Avansic: All Search Technologies Are Not Created Equal

Extract from Avansic’s article “All Search Technologies Are Not Created Equal”

Search Engines in eDiscovery

It’s helpful to understand that eDiscovery platforms have different search technologies under the hood. Historically, dtSearch was used due to affordability and ease of implementation. More recently, open source and free search technologies have become available. The most widely used is Lucene, which major companies use in eDiscovery and the general technology world.

dtSearch and Lucene

dtSearch, a constant in the market for years, is a closed source tool with most of the syntax having been widely adopted. Searching “within” by using “W/” is fairly well known; “pipe W/5 broken” means the user is looking for any mention of the term pipe within five words of broken. dtSearch also provides a robust set of default indexing settings with common noise words, vocabulary, and ignorable white space characters. These defaults are easily modified but note that complete indexing is required when a modification is made.

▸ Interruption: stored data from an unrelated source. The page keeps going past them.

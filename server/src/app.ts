import type { RouteContract } from '@foldwright/shared/contracts/route';
import type { Express } from 'express';
import express from 'express';
import type { AppDependencies } from './app-dependencies';
import { identifyVisitor } from './http/identify-visitor';
import { rateLimits } from './http/rate-limit';
import { requestLog } from './http/request-log';
import type { BoundRoute } from './http/route-call';
import { securityHeaders } from './http/security-headers';
import { serveRoutes } from './http/serve-routes';
import { sessions } from './http/session';
import { passportFor } from './http/sign-in';
import { serveClient } from './http/static-client';
import { receiveUploads } from './http/upload';
import { refuseUnknownAddress, writeProblems } from './http/write-problem';
import { allRoutes } from './routes/all-routes';

export interface AppOptions extends Omit<AppDependencies, 'limits' | 'authenticator'> {
  readonly sessionSecret: string;
  readonly requestsPerMinute: number;
  /** Folder of the built client; null where only the API is wanted. */
  readonly webDirectory: string | null;
  /** Routes and their contracts, where a test wants others than the product's. */
  readonly routes?: (dependencies: AppDependencies) => readonly BoundRoute[];
  readonly contracts?: readonly RouteContract[];
}

/** The whole web application, ready to be listened on by somebody else. */
export function buildApp(options: AppOptions): Express {
  const { database, logger, publicUrl } = options;
  const publicOrigin = new URL(publicUrl).origin;
  const isSecure = publicUrl.startsWith('https:');
  const limits = rateLimits(database.pool, options.requestsPerMinute);
  const authenticator = passportFor(database);
  const dependencies: AppDependencies = { ...options, limits, authenticator };

  const app = express();
  app.disable('x-powered-by');
  app.set('etag', false);
  // Behind https stands one proxy of the operator's; without it nobody may claim another address.
  app.set('trust proxy', isSecure ? 1 : false);
  app.set('query parser', 'simple');
  app.use(requestLog(logger));
  app.use(securityHeaders(isSecure));
  app.use('/api', async (request, _response, next) => {
    await limits.countRequest(request);
    next();
  });
  app.use('/api', [
    sessions({
      pool: database.pool,
      secret: options.sessionSecret,
      isSecure,
      onStoreError: (error) => logger.error({ err: error }, 'session store'),
    }),
    authenticator.initialize(),
    authenticator.session(),
    identifyVisitor(database),
  ]);
  serveRoutes(app, {
    routes: (options.routes ?? allRoutes)(dependencies),
    ...(options.contracts ? { contracts: options.contracts } : {}),
    publicOrigin,
    receiveUpload: receiveUploads(options.files.incomingDirectory),
  });
  app.use('/api', refuseUnknownAddress);
  if (options.webDirectory !== null) serveClient(app, options.webDirectory);
  app.use(writeProblems(logger));
  return app;
}
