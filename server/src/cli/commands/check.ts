import { checkPart } from '@foldwright/shared/rules/check-part';
import { type CommandOutput, runCommand } from '../command';
import { readPartArguments } from '../part-file';

/** `check PART.json [--stock trial|production]`: the findings as JSON, worst first. Findings are no error: exit code 0. */
export function runCheck(argv: readonly string[], io: CommandOutput): Promise<number> {
  return runCommand('check', io, async () => {
    const { file } = await readPartArguments(argv);
    io.stdout(`${JSON.stringify({ role: file.role, findings: checkPart(file.document, file.role) }, null, 2)}\n`);
  });
}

In contrast, Lucene, in its purest form, does not provide a set of default noise words, vocabulary, and ignorable white space; it requires locating those elsewhere. The search syntax in Lucene uses a markup language called JSON. Most implementations of Lucene-style indexes in the eDiscovery space mask this JSON search language with an interpreter that mirrors the syntax used by dtSearch, which looks and feels familiar to users. The primary benefit of using modern indexing like Lucene is in both the licensing cost and advanced features such as storing an index across multiple discrete servers. This increases the management cost for an index but allows more redundancies within the searching system. For example, an index server can be rebooted and still perform searches which is not possible with dtSearch.